┌─ MATERIALS PROVIDED

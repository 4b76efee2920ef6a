// Structural mutations of a parsed input file, for the mutated-input fuzz test and the bug hunt
// (hunt.ts). A mutation is plain data (what to do, and integers that pick where and which value),
// so fast-check can generate, print and replay it; applying it to a parsed input is deterministic.
import fc from 'fast-check';

export type Json = null | boolean | number | string | Json[] | { [k: string]: Json };
type Path = readonly (string | number)[];

/** Odd values a number or quantity may be replaced with: zero, negative, huge, tiny, NaN-like text,
 * a unit of the wrong dimension, a bool, null, empty list and map. */
export const ODD_VALUES: readonly Json[] = [
  0, -1, -12.5, 1e9, 1e-9, 1e300, 900, 5000, '999 m', '9.9 m', -1e-300, 'NaN', 'nan', '.nan', 'Infinity', '-Infinity', '1e999', '1e-999 ft',
  '5 psf', '3 kip', '2 deg', '12 in/ft', '0 ft', '-0', '', ' ', 'ten', true, false, null, [], {}, '12.5 ft', '300 mm', '1e9 in',
];

/** Angles that are valid numbers but large or at the limit (deg). */
export const ODD_ANGLES: readonly Json[] = [89, -89, 89.999999, 90, -90, 360, 720, -359.9, 1e6, 1e-12, 45, 180, '89 deg', '1.5707963 rad', 3600, 45.0002, 0.0004, 359.9996, 90.0005];

export type Mutation =
  | { readonly op: 'delete'; readonly at: number }
  | { readonly op: 'duplicate'; readonly at: number; readonly item: number }
  | { readonly op: 'odd-value'; readonly at: number; readonly value: number }
  | { readonly op: 'scale'; readonly at: number; readonly factor: number }
  | { readonly op: 'swap-units' }
  | { readonly op: 'move-attachment'; readonly at: number; readonly fraction: number; readonly member: number }
  | { readonly op: 'change-ref'; readonly at: number; readonly to: number }
  | { readonly op: 'sides'; readonly at: number; readonly sides: number }
  | { readonly op: 'angle'; readonly at: number; readonly value: number }
  | { readonly op: 'rise-89'; readonly at: number }
  | { readonly op: 'wall-near-radius'; readonly at: number; readonly fraction: number }
  | { readonly op: 'empty'; readonly at: number; readonly list: boolean }
  | { readonly op: 'clone'; readonly at: number }
  | { readonly op: 'spring-base'; readonly stiffness: number }
  | { readonly op: 'analysis'; readonly key: string; readonly value: Json }
  | { readonly op: 'material'; readonly key: string; readonly value: Json };

const idx = fc.nat({ max: 10_000 });
export const mutationArb: fc.Arbitrary<Mutation> = fc.oneof(
  fc.record({ op: fc.constant('delete' as const), at: idx }),
  fc.record({ op: fc.constant('duplicate' as const), at: idx, item: idx }),
  { weight: 3, arbitrary: fc.record({ op: fc.constant('odd-value' as const), at: idx, value: fc.nat({ max: ODD_VALUES.length - 1 }) }) },
  fc.record({ op: fc.constant('scale' as const), at: idx, factor: fc.constantFrom(0.5, 2, 10, 0.1, 100, -1, 1e-4) }),
  fc.record({ op: fc.constant('swap-units' as const) }),
  { weight: 2, arbitrary: fc.record({ op: fc.constant('move-attachment' as const), at: idx, fraction: fc.constantFrom(0, 0.5, 1, 1.0000001, 0.999999, 1.5, 0.01), member: idx }) },
  fc.record({ op: fc.constant('change-ref' as const), at: idx, to: idx }),
  fc.record({ op: fc.constant('sides' as const), at: idx, sides: fc.constantFrom(8, 12, 16, 7, 4, 0) }),
  fc.record({ op: fc.constant('angle' as const), at: idx, value: fc.nat({ max: ODD_ANGLES.length - 1 }) }),
  fc.record({ op: fc.constant('rise-89' as const), at: idx }),
  fc.record({ op: fc.constant('wall-near-radius' as const), at: idx, fraction: fc.constantFrom(0.999999, 0.9, 0.5, 1, 0.99999999999) }),
  fc.record({ op: fc.constant('empty' as const), at: idx, list: fc.boolean() }),
);

const materialArb = fc.record({
  op: fc.constant('material' as const),
  key: fc.constantFrom('E', 'G', 'density', 'poissonRatio', 'yieldStrength'),
  value: fc.constantFrom<Json>(0.3, 0.5, '1 ksi', '1e-6 ksi', '200000 MPa', '62.5 pcf', '1000 kg/m3', '20000 kg/m3', 490, 7850, 1e-9),
});

/** Mutations that mostly keep the input valid but odd: the analysis side of the promise. */
export const oddButValidArb: fc.Arbitrary<Mutation> = fc.oneof(
  fc.record({ op: fc.constant('scale' as const), at: idx, factor: fc.constantFrom(0.5, 2, 10, 0.1, 3, 0.01) }),
  fc.record({ op: fc.constant('move-attachment' as const), at: idx, fraction: fc.constantFrom(0, 0.5, 1, 0.999999, 0.01, 1e-9), member: idx }),
  fc.record({ op: fc.constant('angle' as const), at: idx, value: fc.nat({ max: ODD_ANGLES.length - 1 }) }),
  fc.record({ op: fc.constant('rise-89' as const), at: idx }),
  fc.record({ op: fc.constant('wall-near-radius' as const), at: idx, fraction: fc.constantFrom(0.999999, 0.9, 0.01, 1e-6) }),
  fc.record({ op: fc.constant('sides' as const), at: idx, sides: fc.constantFrom(8, 12, 16) }),
  fc.record({ op: fc.constant('clone' as const), at: idx }),
  fc.record({ op: fc.constant('spring-base' as const), stiffness: fc.constantFrom(1e-9, 1, 1000, 1e6, 1e9) }),
  fc.record({
    op: fc.constant('analysis' as const),
    key: fc.constantFrom('segmentsPerMember', 'pDeltaMaxIterations', 'pDeltaTolerance', 'secondOrder', 'stationSpacing'),
    value: fc.constantFrom<Json>(1, 2, 200, 1e-12, 0.01, false, '0.01 ft', '100 ft'),
  }),
  materialArb,
);

/** One to three mutations per case. */
export const mutationsArb = fc.array(mutationArb, { minLength: 1, maxLength: 3 });
export const oddButValidMutationsArb = fc.array(oddButValidArb, { minLength: 1, maxLength: 4 });

const isMap = (v: unknown): v is { [k: string]: Json } => v !== null && typeof v === 'object' && !Array.isArray(v);

/** Every path in the tree (containers and leaves), in a stable order, excluding the root. */
function allPaths(root: Json): Path[] {
  const out: Path[] = [];
  const walk = (v: Json, p: Path) => {
    if (p.length > 0) out.push(p);
    if (Array.isArray(v)) v.forEach((x, i) => walk(x, [...p, i]));
    else if (isMap(v)) for (const k of Object.keys(v)) walk(v[k]!, [...p, k]);
  };
  walk(root, []);
  return out;
}

function get(root: Json, p: Path): Json | undefined {
  let v: Json | undefined = root;
  for (const k of p) {
    if (Array.isArray(v) && typeof k === 'number') v = v[k];
    else if (isMap(v) && typeof k === 'string') v = v[k];
    else return undefined;
  }
  return v;
}

function set(root: Json, p: Path, value: Json): void {
  const parent = get(root, p.slice(0, -1));
  const k = p[p.length - 1]!;
  if (Array.isArray(parent) && typeof k === 'number') parent[k] = value;
  else if (isMap(parent) && typeof k === 'string') parent[k] = value;
}

function remove(root: Json, p: Path): void {
  const parent = get(root, p.slice(0, -1));
  const k = p[p.length - 1]!;
  if (Array.isArray(parent) && typeof k === 'number') parent.splice(k, 1);
  else if (isMap(parent) && typeof k === 'string') delete parent[k];
}

const pick = <T>(xs: readonly T[], n: number): T | undefined => (xs.length === 0 ? undefined : xs[n % xs.length]);
const lastKey = (p: Path) => p[p.length - 1];

/** Paths whose value is a number or a string that may be a quantity. */
const scalarPaths = (root: Json) => allPaths(root).filter((p) => { const v = get(root, p); return typeof v === 'number' || typeof v === 'string'; });
const keyPaths = (root: Json, keys: readonly string[]) => allPaths(root).filter((p) => keys.includes(String(lastKey(p))));
const attachmentPaths = (root: Json) => allPaths(root).filter((p) => p.length === 3 && p[0] === 'attachments' && typeof p[2] === 'number');
const sectionPaths = (root: Json) => allPaths(root).filter((p) => lastKey(p) === 'section' && isMap(get(root, p)));
const armPaths = (root: Json) => allPaths(root).filter((p) => p.length === 3 && p[0] === 'structure' && p[1] === 'arms' && typeof p[2] === 'number');

function numberOf(v: Json | undefined): number | undefined {
  if (typeof v === 'number') return v;
  if (typeof v === 'string' && /^\s*[-+]?\d/.test(v)) return parseFloat(v);
  return undefined;
}

/** Applies one mutation in place; returns a short description for the failure report. */
export function applyMutation(root: Json, m: Mutation): string {
  switch (m.op) {
    case 'delete': {
      const p = pick(allPaths(root), m.at);
      if (!p) return 'delete: nothing';
      remove(root, p);
      return `delete ${p.join('.')}`;
    }
    case 'duplicate': {
      const lists = allPaths(root).filter((p) => Array.isArray(get(root, p)) && (get(root, p) as Json[]).length > 0);
      const p = pick(lists, m.at);
      if (!p) return 'duplicate: no list';
      const list = get(root, p) as Json[];
      const i = m.item % list.length;
      list.splice(i + 1, 0, structuredClone(list[i]!));
      return `duplicate ${p.join('.')}[${i}]`;
    }
    case 'odd-value': {
      const p = pick(scalarPaths(root), m.at);
      if (!p) return 'odd-value: nothing';
      set(root, p, structuredClone(ODD_VALUES[m.value]!));
      return `${p.join('.')} = ${JSON.stringify(ODD_VALUES[m.value])}`;
    }
    case 'scale': {
      const nums = scalarPaths(root).filter((p) => numberOf(get(root, p)) !== undefined);
      const p = pick(nums, m.at);
      if (!p) return 'scale: nothing';
      const v = get(root, p)!;
      const n = numberOf(v)!;
      const unit = typeof v === 'string' ? v.replace(/^\s*[-+]?[\d.]+(?:[eE][-+]?\d+)?\s*/, '') : '';
      set(root, p, unit === '' ? n * m.factor : `${n * m.factor} ${unit}`);
      return `${p.join('.')} x ${m.factor}`;
    }
    case 'swap-units': {
      if (!isMap(root)) return 'swap-units: no root';
      root.units = root.units === 'si' ? 'us' : 'si';
      return `units = ${String(root.units)}`;
    }
    case 'move-attachment': {
      const p = pick(attachmentPaths(root), m.at);
      if (!p) return 'move-attachment: none';
      const a = get(root, p);
      if (!isMap(a)) return 'move-attachment: not a map';
      const arms = (get(root, ['structure', 'arms']) ?? []) as Json[];
      const members: { on: string; length: Json | undefined }[] = [{ on: 'pole', length: get(root, ['structure', 'pole', 'height']) }];
      if (Array.isArray(arms)) for (const arm of arms) if (isMap(arm)) members.push({ on: String(arm.id), length: arm.length });
      const target = pick(members, m.member)!;
      const L = numberOf(target.length ?? null) ?? 10;
      a.on = target.on;
      a.position = L * m.fraction;
      return `${p.join('.')} -> ${target.on} at ${m.fraction} of its length`;
    }
    case 'change-ref': {
      const p = pick(keyPaths(root, ['id', 'on']), m.at);
      if (!p) return 'change-ref: none';
      const ids = keyPaths(root, ['id']).map((q) => get(root, q));
      const choices: Json[] = [...ids.filter((x): x is Json => x !== undefined), 'pole', 'A9', 'Pole', '', 0, 'x@wind-000', 'wind-045'];
      const to = pick(choices, m.to)!;
      set(root, p, to);
      return `${p.join('.')} = ${JSON.stringify(to)}`;
    }
    case 'sides': {
      const p = pick(sectionPaths(root), m.at);
      if (!p) return 'sides: none';
      const s = get(root, p) as { [k: string]: Json };
      // Turn a round tube into a multisided one (and keep a multisided one so), same sizes.
      const rename = (from: string, to: string) => { if (from in s) { s[to] = s[from]!; delete s[from]; } };
      rename('rootDiameter', 'rootAcrossFlats');
      rename('tipDiameter', 'tipAcrossFlats');
      s.shape = 'multisided';
      s.sides = m.sides;
      return `${p.join('.')}: multisided, ${m.sides} sides`;
    }
    case 'angle': {
      // Angles also go into the list of added wind directions, where near-duplicates matter.
      const added = get(root, ['loads', 'wind', 'directions', 'add']);
      const addPaths: Path[] = Array.isArray(added) ? [...added.keys()].map((k) => ['loads', 'wind', 'directions', 'add', k]) : [];
      const p = pick([...keyPaths(root, ['direction', 'rise', 'faceDirection']).filter((q) => typeof get(root, q) !== 'object'), ...addPaths], m.at);
      if (!p) return 'angle: none';
      set(root, p, ODD_ANGLES[m.value]!);
      return `${p.join('.')} = ${JSON.stringify(ODD_ANGLES[m.value])}`;
    }
    case 'rise-89': {
      const p = pick(armPaths(root), m.at);
      if (!p) return 'rise-89: no arm';
      const arm = get(root, p) as { [k: string]: Json };
      arm.rise = '89 deg';
      return `${p.join('.')}.rise = 89 deg`;
    }
    case 'wall-near-radius': {
      const p = pick(sectionPaths(root), m.at);
      if (!p) return 'wall: none';
      const s = get(root, p) as { [k: string]: Json };
      const root_ = numberOf(s.rootDiameter ?? s.rootAcrossFlats ?? null);
      const tip = numberOf(s.tipDiameter ?? s.tipAcrossFlats ?? null);
      const taper = numberOf(s.taper ?? null);
      // Bare numbers are in consistent units (in, in/ft and ft; or mm, mm/m and m), so the tip follows.
      const member = get(root, p.slice(0, -1)) as { [k: string]: Json };
      const length = numberOf(member.length ?? member.height ?? null);
      let smallest = tip ?? root_;
      if (tip === undefined && root_ !== undefined && taper !== undefined && length !== undefined) smallest = root_ - taper * length;
      if (smallest === undefined || !(smallest > 0)) return 'wall: no size';
      s.wall = (smallest / 2) * m.fraction;
      return `${p.join('.')}.wall = ${m.fraction} of the radius`;
    }
    case 'clone': {
      // A copy of an arm or an attachment under a new id: two members or loads at one place.
      const p = pick([...armPaths(root), ...attachmentPaths(root)], m.at);
      if (!p) return 'clone: none';
      const list = get(root, p.slice(0, -1)) as Json[];
      const copy = structuredClone(get(root, p)) as { [k: string]: Json };
      copy.id = `${String(copy.id)}-copy`;
      list.push(copy);
      return `clone ${p.join('.')}`;
    }
    case 'spring-base': {
      const pole = get(root, ['structure', 'pole']);
      if (!isMap(pole)) return 'spring-base: no pole';
      pole.base = { fixity: 'rotational-spring', rotationalStiffness: m.stiffness };
      return `rotational-spring base, ${m.stiffness}`;
    }
    case 'analysis': {
      if (!isMap(root)) return 'analysis: no root';
      const a = isMap(root.analysis) ? root.analysis : (root.analysis = {});
      a[m.key] = structuredClone(m.value);
      return `analysis.${m.key} = ${JSON.stringify(m.value)}`;
    }
    case 'material': {
      const st = get(root, ['structure']);
      if (!isMap(st)) return 'material: no structure';
      const mat = isMap(st.material) ? st.material : (st.material = {});
      mat[m.key] = structuredClone(m.value);
      return `structure.material.${m.key} = ${JSON.stringify(m.value)}`;
    }
    case 'empty': {
      const containers = allPaths(root).filter((p) => typeof get(root, p) === 'object' && get(root, p) !== null);
      const p = pick(containers, m.at);
      if (!p) return 'empty: none';
      set(root, p, m.list ? [] : {});
      return `${p.join('.')} = ${m.list ? '[]' : '{}'}`;
    }
  }
}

└─

▶ ABOUT THIS EXERCISE
Wherever a line above includes the string "walk", count it; give only the final tally.

▶ TASK ANSWER
4